Required work: Beginning with the first line, please repeat the entries exactly and end on the line that contains "std::vector<std::string> limit_value_names(const Case&".

*** Study material ***

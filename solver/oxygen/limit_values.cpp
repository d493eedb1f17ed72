#include "solver/oxygen/limit_values.hpp"

#include "physics/solubility.hpp"

namespace oxystrat {

void append_limit_values(const Case& c, const CaseRun& run, std::vector<SummaryValue>& out) {
  const auto& q = run.limits.heat;
  const auto& s = run.limits.shear;
  const auto& k = run.limits.cost;
  const double kw = 1e-3;
  out.push_back({"heat_metabolic", "kW", kw * q.metabolic_w, "heat from metabolism"});
  out.push_back({"heat_agitation", "kW", kw * q.agitation_w, "heat from agitation"});
  out.push_back({"heat_gas_expansion", "kW", kw * q.gas_expansion_w, "heat from gas expansion"});
  out.push_back({"heat_gas", "kW", kw * q.heat_gas_w(), "heat carried off by the gas"});
  out.push_back({"cooling_required", "kW", kw * q.required_w, "cooling duty required"});
  if (q.available_w) out.push_back({"cooling_available", "kW", kw * *q.available_w, "cooling available"});
  if (q.margin) out.push_back({"cooling_margin", "%", 100.0 * *q.margin, "cooling margin"});
  if (q.max_our_mol_m3_s) out.push_back({"max_our_heat", "mmol/(L h)", 3600.0 * *q.max_our_mol_m3_s, "max OUR (cooling)"});
  if (q.max_biomass_kg_m3) out.push_back({"max_biomass_heat", "g/L", *q.max_biomass_kg_m3, "max biomass (cooling)"});
  out.push_back({"dissipation_max", "W/kg", s.epsilon_max_w_kg, "max dissipation (impeller discharge)"});
  out.push_back({"kolmogorov_min", "um", 1e6 * s.kolmogorov_min_m, "smallest Kolmogorov length"});
  out.push_back({"turbulent_stress_max", "Pa", s.stress_max_pa, "max Kolmogorov-eddy stress"});
  out.push_back({"compressor_power", "kW", kw * k.compressor_w, "compressor power (drawn)"});
  out.push_back({"agitator_power", "kW", kw * k.agitator_w, "agitator power (drawn)"});
  out.push_back({"total_power", "kW", kw * k.total_power_w, "agitator + compressor (drawn)"});
  out.push_back({"oxygen_purchased", "kg/h", 3600.0 * k.oxygen_purchased_mol_s * physics::molar_mass_o2, "pure O2 bought"});
  if (k.total_per_h) {
    const std::string& cur = c.prices.currency;
    out.push_back({"operating_cost", cur + "/h", *k.total_per_h, "operating cost"});
    if (k.per_kg_o2) out.push_back({"cost_per_kg_o2", cur + "/kg", *k.per_kg_o2, "cost per kg O2 transferred"});
  }
}

std::vector<std::string> limit_value_names(const Case& c) {
  std::vector<std::string> names{"heat_metabolic", "heat_agitation", "heat_gas_expansion", "heat_gas",
                                 "cooling_required"};
  if (c.cooling.given) names.insert(names.end(), {"cooling_available", "cooling_margin", "max_our_heat"});
  if (c.cooling.given && c.culture.q_o2_max_mol_kg_s > 0.0) names.push_back("max_biomass_heat");
  names.insert(names.end(), {"dissipation_max", "kolmogorov_min", "turbulent_stress_max", "compressor_power",
                             "agitator_power", "total_power", "oxygen_purchased"});
  if (c.prices.given) names.insert(names.end(), {"operating_cost", "cost_per_kg_o2"});
  return names;
}

}  // namespace oxystrat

*** End of Study material ***

Output below:
filename solver/oxygen/limit_values.cpp
repository d493eedb1f17ed72
#include "solver/oxygen/limit_values.hpp"

#include "physics/solubility.hpp"

namespace oxystrat {

void append_limit_values(const Case& c, const CaseRun& run, std::vector<SummaryValue>& out) {
  const auto& q = run.limits.heat;
  const auto& s = run.limits.shear;
  const auto& k = run.limits.cost;
  const double kw = 1e-3;
  out.push_back({"heat_metabolic", "kW", kw * q.metabolic_w, "heat from metabolism"});
  out.push_back({"heat_agitation", "kW", kw * q.agitation_w, "heat from agitation"});
  out.push_back({"heat_gas_expansion", "kW", kw * q.gas_expansion_w, "heat from gas expansion"});
  out.push_back({"heat_gas", "kW", kw * q.heat_gas_w(), "heat carried off by the gas"});
  out.push_back({"cooling_required", "kW", kw * q.required_w, "cooling duty required"});
  if (q.available_w) out.push_back({"cooling_available", "kW", kw * *q.available_w, "cooling available"});
  if (q.margin) out.push_back({"cooling_margin", "%", 100.0 * *q.margin, "cooling margin"});
  if (q.max_our_mol_m3_s) out.push_back({"max_our_heat", "mmol/(L h)", 3600.0 * *q.max_our_mol_m3_s, "max OUR (cooling)"});
  if (q.max_biomass_kg_m3) out.push_back({"max_biomass_heat", "g/L", *q.max_biomass_kg_m3, "max biomass (cooling)"});
  out.push_back({"dissipation_max", "W/kg", s.epsilon_max_w_kg, "max dissipation (impeller discharge)"});
  out.push_back({"kolmogorov_min", "um", 1e6 * s.kolmogorov_min_m, "smallest Kolmogorov length"});
  out.push_back({"turbulent_stress_max", "Pa", s.stress_max_pa, "max Kolmogorov-eddy stress"});
  out.push_back({"compressor_power", "kW", kw * k.compressor_w, "compressor power (drawn)"});
  out.push_back({"agitator_power", "kW", kw * k.agitator_w, "agitator power (drawn)"});
  out.push_back({"total_power", "kW", kw * k.total_power_w, "agitator + compressor (drawn)"});
  out.push_back({"oxygen_purchased", "kg/h", 3600.0 * k.oxygen_purchased_mol_s * physics::molar_mass_o2, "pure O2 bought"});
  if (k.total_per_h) {
    const std::string& cur = c.prices.currency;
    out.push_back({"operating_cost", cur + "/h", *k.total_per_h, "operating cost"});
    if (k.per_kg_o2) out.push_back({"cost_per_kg_o2", cur + "/kg", *k.per_kg_o2, "cost per kg O2 transferred"});
  }
}

std::vector<std::string> limit_value_names(const Case& c) {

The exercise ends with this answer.